天花寺アスカ:「好ましく思っているからだよ、君を」
晩翠凍衿:「…………あたしみたいなのが、今まで全然いなかったわけでもないでしょうに」
晩翠凍衿:「あたしがなんて言っても、へらへらって受け流して、全然気にされてない風なのが嫌だったから」
晩翠凍衿:「だから、あたしがアスカさんのことを考えて不安になる半分くらいは、アスカさんにもあたしのことで不安で仕方なくなって欲しかったのに」
晩翠凍衿:「一足飛びにそんなこと言われたら、どうしていいか分からないですよ」
天花寺アスカ:「……ごめん」
天花寺アスカ:「君を困らせるつもりじゃなかったんだ。
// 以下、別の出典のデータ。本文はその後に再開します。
import type { Plan } from "../plan/index.ts";
import type { Engine } from "./engine.ts";
import { loggedChoices } from "./logs.ts";
import type { MeasuredMetric } from "./measuredMetric.ts";
import { capChoices } from "./otherCaps.ts";
import type { Dialect } from "./sql/index.ts";
import { unitChoices } from "./standings.ts";
import type { ChoiceCells } from "./types.ts";

/**
 * The metrics under other reasonable choices (METHODS 6), as far as they need other units or other values. A choice
 * differs from the plan's own by few units: only their sums are asked for, and added to the plan's or taken from them,
 * exactly. A choice that cannot differ is not among them, and costs nothing. Quantiles have none here.
 */
export async function choiceCells(
  plan: Plan,
  metrics: readonly MeasuredMetric[],
  engine: Engine,
  dialect: Dialect,
): Promise<ChoiceCells[][]> {
  const summed = metrics.filter(({ metric }) => metric.summary !== "quantile");
  const ofUnits = await unitChoices(plan, summed, engine, dialect);
  const caps = await capChoices(summed, engine, dialect);
  const logs = await loggedChoices(summed, engine, dialect);
  return metrics.map((one) => {
    const m = summed.indexOf(one);
    return [...(caps[m] ?? []), ...(logs[m] ?? []), ...(ofUnits[m] ?? [])];
  });
}
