"""The screen of the terminal: composes, turns keys into calls and messages into what is shown; computes nothing."""
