@dataclass(slots=True)
class _Reading:
    """What has been read of one log so far."""

    name: str
    shape: LogShape
    stamps: StampReader
    gathering: Gathering
    good: frozenset[str]
    columns: list[str] = field(default_factory=list)
    units: list[str] = field(default_factory=list)
    rejected: list[int] = field(default_factory=list)
    rejects: list[Reject] = field(default_factory=list)
    reasons: dict[str, int] = field(default_factory=dict)
    row_count: int = 0
    first_s: float = np.inf
    last_s: float = -np.inf
    interval_s: float = 0.0
    lines: int = 0
    seen: dict[int, _Seen] = field(default_factory=dict)

    def __post_init__(self) -> None:
        """Take the columns of a wide log."""
        for column, unit in zip(self.shape.columns, self.shape.units, strict=True):
            self._column(column, unit)

    def _column(self, name: str, unit: str = "") -> int:
        """Number of a column, which is new."""
        self.columns.append(name)
        self.units.append(unit)
        self.rejected.append(0)
        return len(self.columns) - 1

    def take_clean(self, block: bytes) -> bool:
        """Take a block of which every cell is a number and every stamp later than the one before; False leaves it untaken."""
        rows = clean_rows(block, self.shape)
        if rows is None:
            return False
        clock = replace(self.stamps.clock)
        seconds = self.stamps.seconds(rows.stamps)
        seen = self.seen.setdefault(0, _Seen())
        if np.isnan(seconds).any() or not seen.is_later(seconds):
            self.stamps.clock = clock
            return False
        seen.look(seconds)
        self.row_count += seconds.size
        missing = np.isnan(rows.values)
        if missing.any():
            columns = [
                (column, seconds[~gap], row[~gap])
                for column, (row, gap) in enumerate(zip(rows.values, missing, strict=True))
            ]
            self._add(seconds, columns, seconds)
        else:
            self._see_stamps(seconds)
            self.gathering.add_whole(seconds, rows.values, self.interval_s)
        return True

    def take(self, rows: Rows, faults: list[Fault]) -> None:
        """Take one block of rows into account."""
        self.row_count += rows.lines.size + len(faults)
        notes = [_Note(fault.line, -1, "", fault.text, fault.why) for fault in faults]
        if rows.lines.size:
            seconds = self.stamps.seconds(_stamp_cells(rows, self.shape))
            self._note_unreadable(rows, seconds, notes)
            values, wrong = parse_values(rows, self.shape)
            wrong += self._spoil_poor(rows, values)
            take = self._take_long if self.shape.is_long else self._take_wide
            take(rows, seconds, values, wrong, notes)
        self._file(notes)

    def _note_unreadable(self, rows: Rows, seconds: Array, notes: list[_Note]) -> None:
        """Note rows whose stamp says no time; a line of delimiters alone is a blank line."""
        for row in np.flatnonzero(np.isnan(seconds)).tolist():
            if (rows.ends[row] == rows.starts[row]).all():
                self.row_count -= 1
                continue
            text = " ".join(rows.text(row, position) for position in self.shape.stamp)
            notes.append(_Note(int(rows.lines[row]), -1, "", text, "unreadable stamp"))

    def _spoil_poor(self, rows: Rows, values: Array) -> list[tuple[int, int, str]]:
        """Take out values of a quality that is not good; a blank quality says nothing against a value."""
        poor = []
        for place, position in enumerate(self.shape.values):
            if position not in self.shape.quality:
                continue
            kinds, inverse = np.unique(rows.cells(self.shape.quality[position]), return_inverse=True)
            words = [text_of(bytes(kind)) for kind in kinds]
            bad = np.array([bool(word) and word.casefold() not in self.good for word in words])[inverse]
            bad &= ~np.isnan(values[place])
            values[place, bad] = np.nan
            poor += [(int(row), place, f"quality is {words[inverse[row]]}") for row in np.flatnonzero(bad)]
        return poor

    def _look_at_order(self, rows: Rows, which: Ints, seconds: Array, key: int, notes: list[_Note]) -> Ints:
        """The rows that are not repeated; notes those that are, and those that go backward."""
        repeated, backward = self.seen.setdefault(key, _Seen()).look(seconds[which])
        for mask, why in ((repeated, "repeated stamp"), (backward & ~repeated, "stamp goes backward")):
            for row in which[mask].tolist():
                text = " ".join(rows.text(row, position) for position in self.shape.stamp)
                notes.append(_Note(int(rows.lines[row]), -1, "", text, why))
        return which[~repeated]

    def _take_wide(
        self, rows: Rows, seconds: Array, values: Array, wrong: list[tuple[int, int, str]], notes: list[_Note]
    ) -> None:
        """Take rows of one value a column."""
        kept = self._look_at_order(rows, np.flatnonzero(~np.isnan(seconds)), seconds, 0, notes)
        used = np.zeros(seconds.size, dtype=bool)
        used[kept] = True
        for row, place, why in wrong:
            if used[row]:
                notes.append(self._cell_note(rows, row, place, place, why))
        if (np.diff(seconds[kept]) < 0.0).any():
            kept = kept[np.argsort(seconds[kept], kind="stable")]
        times = seconds[kept]
        values = values[:, kept] if kept.size < seconds.size or (np.diff(kept) != 1).any() else values
        held = ~np.isnan(values)
        whole: Bools = np.all(held, axis=1)
        columns = [
            (column, times, row) if whole[column] else (column, times[held[column]], row[held[column]])
            for column, row in enumerate(values)
        ]
        self._add(times, columns, times)

    def _take_long(
        self, rows: Rows, seconds: Array, values: Array, wrong: list[tuple[int, int, str]], notes: list[_Note]
    ) -> None:
        """Take rows of one value a tag."""
        column = self._tags(rows, seconds, notes)
        good = ~np.isnan(seconds) & (column >= 0) & self._of_one_unit(rows, seconds, column, notes)
        kept_parts = [
            self._look_at_order(rows, np.flatnonzero(good & (column == key)), seconds, int(key), notes)
            for key in np.unique(column[good])
        ]
        kept = np.concatenate([*kept_parts, np.zeros(0, dtype=np.int64)])
        used = np.zeros(seconds.size, dtype=bool)
        used[kept] = True
        for row, place, why in wrong:
            if used[row]:
                notes.append(self._cell_note(rows, row, place, int(column[row]), why))
        kept = kept[np.lexsort((seconds[kept], column[kept]))]
        held = kept[~np.isnan(values[0, kept])]
        stamps = np.unique(seconds[kept])
        again, _ = self.seen.setdefault(-1, _Seen()).look(stamps)
        apart = np.where(np.diff(column[kept]) == 0, np.diff(seconds[kept]), np.nan)
        columns = [
            (int(key), seconds[rows_of], values[0, rows_of])
            for key in np.unique(column[held])
            for rows_of in (held[column[held] == key],)
        ]
        self._add(stamps[~again], columns, stamps, apart)

    def _tags(self, rows: Rows, seconds: Array, notes: list[_Note]) -> Ints:
        """Column of each row by its tag, -1 where it has none; new tags become new columns."""
        assert self.shape.tag is not None
        tags, firsts, inverse = np.unique(rows.cells(self.shape.tag), return_index=True, return_inverse=True)
        numbers = np.full(tags.size, -1, dtype=np.int64)
        known = {name: number for number, name in enumerate(self.columns)}
        for at in np.argsort(firsts):
            name = text_of(bytes(tags[at])).strip()
            if name:
                numbers[at] = known[name] if name in known else self._column(name)
        column: Ints = numbers[inverse]
        for row in np.flatnonzero((column < 0) & ~np.isnan(seconds)):
            notes.append(_Note(int(rows.lines[row]), -1, "", "", "no tag"))
        return column

    def _of_one_unit(self, rows: Rows, seconds: Array, column: Ints, notes: list[_Note]) -> Bools:
        """Whether each row is in the unit of the first row of its tag; notes those that are not."""
        same = np.ones(column.size, dtype=bool)
        if self.shape.unit is None:
            return same
        units, inverse = np.unique(rows.cells(self.shape.unit), return_inverse=True)
        words = [text_of(bytes(unit)) for unit in units]
        pairs = column * len(words) + inverse
        for pair in np.unique(pairs[(column >= 0) & ~np.isnan(seconds)]):
            key, word = int(pair) // len(words), words[int(pair) % len(words)]
            self.units[key] = self.units[key] or (word if key not in self.seen else "")
            if word != self.units[key]:
                same &= (pairs != pair) | np.isnan(seconds)
                for row in np.flatnonzero((pairs == pair) & ~np.isnan(seconds)):
                    notes.append(_Note(int(rows.lines[row]), -1, "", word, "unit is not that of the tag's first row"))
        return same

    def _cell_note(self, rows: Rows, row: int, place: int, column: int, why: str) -> _Note:
        """Note of a cell, counted for its column."""
        self.rejected[column] += 1
        position = self.shape.values[place]
        return _Note(int(rows.lines[row]), position, self.columns[column], (rows, row), why)

    def _add(
        self, row_s: Array, columns: Sequence[tuple[int, Array, Array]], stamps: Array, apart: Array | None = None
    ) -> None:
        """Hand rows and values on to the blocks."""
        if stamps.size == 0:
            return
        self._see_stamps(stamps, apart)
        self.gathering.add(row_s, columns, self.interval_s)

    def absorb(self, later: _Reading) -> None:
        """Take the reading of the lines that follow into account."""
        self.rejects += [replace(reject, line=reject.line + self.lines) for reject in later.rejects]
        del self.rejects[MOST_REJECTS:]
        for why, number in later.reasons.items():
            self.reasons[why] = self.reasons.get(why, 0) + number
        self.rejected = [mine + theirs for mine, theirs in zip(self.rejected, later.rejected, strict=True)]
        self.row_count, self.lines = self.row_count + later.row_count, self.lines + later.lines
        self.first_s, self.last_s = min(self.first_s, later.first_s), max(self.last_s, later.last_s)
        self.gathering.absorb(later.gathering)

    def _see_stamps(self, stamps: Array, apart: Array | None = None) -> None:
        """Note the first and last of some stamps, and, of the first ones, the time between them."""
        self.first_s, self.last_s = min(self.first_s, float(stamps.min())), max(self.last_s, float(stamps.max()))
        if not self.interval_s:
            steps = np.diff(stamps) if apart is None else apart
            steps = steps[steps > 0.0]
            self.interval_s = float(np.median(steps)) if steps.size else 1.0

    def _file(self, notes: list[_Note]) -> None:
        """Count the rejects of a block, and keep the first of them one by one."""
        notes.sort(key=lambda note: (note.line, note.field))
        for note in notes:
            self.reasons[note.why] = self.reasons.get(note.why, 0) + 1
        for note in notes[: MOST_REJECTS - len(self.rejects)]:
            self.rejects.append(
                Reject(file=self.name, line=note.line, column=note.column, text=note.words()[:40], why=note.why)
            )

    def digest(self) -> Digest:
        """What was read, as a digest.

        Raises
        ------
        JobError
            No row could be used.
        """
        if self.gathering.index.size == 0:
            raise JobError([self._no_row()])
        cells, index = self.gathering.cells(), self.gathering.index
        arrays = block_arrays(cells, index, len(self.columns))
        held = arrays["count"].any(axis=0) | (np.array(self.rejected) > 0)
        unnamed = np.array(self.shape.unnamed or [False] * len(self.columns), dtype=bool)
        kept = np.flatnonzero(held | ~unnamed)
        return Digest(
            file=self.name,
            columns=tuple(self.columns[at] for at in kept),
            units=tuple(self.units[at] for at in kept),
            width_s=self.gathering.width_s,
            index=index,
            rows=self.gathering.rows,
            first_s=self.first_s,
            last_s=self.last_s,
            rejected=np.array(self.rejected, dtype=np.int64)[kept],
            rejects=tuple(self.rejects),
            reject_count=sum(self.reasons.values()),
            row_count=self.row_count,
            reject_reasons=tuple(self.reasons.items()),
            **{name: array[:, kept] for name, array in arrays.items()},
        )

    def _no_row(self) -> Problem:
        """The problem of a log of which nothing can be used."""
        if not self.rejects:
            return Problem(self.name, "the log holds a header but no rows", "", "a row of readings a line")
        why, number = max(self.reasons.items(), key=lambda item: item[1])
        first = next(reject for reject in self.rejects if reject.why == why)
        found = f"{number} of {self.row_count} rows: {why}, the first in line {first.line}: {first.text!r}"
        return Problem(self.name, "no row of the log can be used", found, "rows with a stamp and a cell a column")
ただ……」
天花寺アスカ:「……こっちにおいで?凍衿」ソファに座ったまま、自分のほうへ招く。
晩翠凍衿:「……謝んないでください」
晩翠凍衿:指し示された方へと歩く。躊躇いがちな、小さな歩幅。
天花寺アスカ:向かい合い、その手を取って。
天花寺アスカ:「腕のことは、いい。半分冗談だよ。今は忘れてくれていい」
天花寺アスカ:「ただ、せめて……」
天花寺アスカ:その手の甲に、口付けをして。
天花寺アスカ:「せめて、君の貴重な時間の、ほんの少しだけ。僕に預けてくれるかい?」
晩翠凍衿:「————」
晩翠凍衿:熱い血が頭に昇ってくるのが分かる。否応なしに。
晩翠凍衿:もやもやと蟠り続けていた感情に、名前を与えることは最早避けられない。だから。
天花寺アスカ:「怪我が治ったら、二人で出掛けよう」
天花寺アスカ:「……デートのお誘い。これで良かった?」
晩翠凍衿:「……だっ、ダメ!ダメです!」
晩翠凍衿:強引に手を引く。
天花寺アスカ:「おっと……」軽々と手を引かれる。
晩翠凍衿:「あたしだって!」
晩翠凍衿:「そもそもファンの子たち全員敵に回す覚悟決めて、今日はここに来てるんですから!」
晩翠凍衿:「……あたしが、アスカさんに時間を預けるんじゃなくて」
晩翠凍衿:「アスカさんに、あたし無しじゃいられなくなってほしい。この先何百年経ったって、あたし一人のことを忘れないでほしい」
晩翠凍衿:「あたしが、あなたの時間も、気持ちも、全部奪い取って見せます」
天花寺アスカ:「…………」
晩翠凍衿:「……いいですか」
天花寺アスカ:「………………参ったな」
天花寺アスカ:俯く。長い黒髪が垂れて、その表情を隠す。
天花寺アスカ:「……ああ」
天花寺アスカ:そのまま、こくりと頷いて。
天花寺アスカ:「……楽しみにしているよ」
晩翠凍衿:「…………」
晩翠凍衿:両の目尻に、小さく光る粒。
晩翠凍衿:それが零れて伝った先の顎が、縦の動きにひとたび揺れた。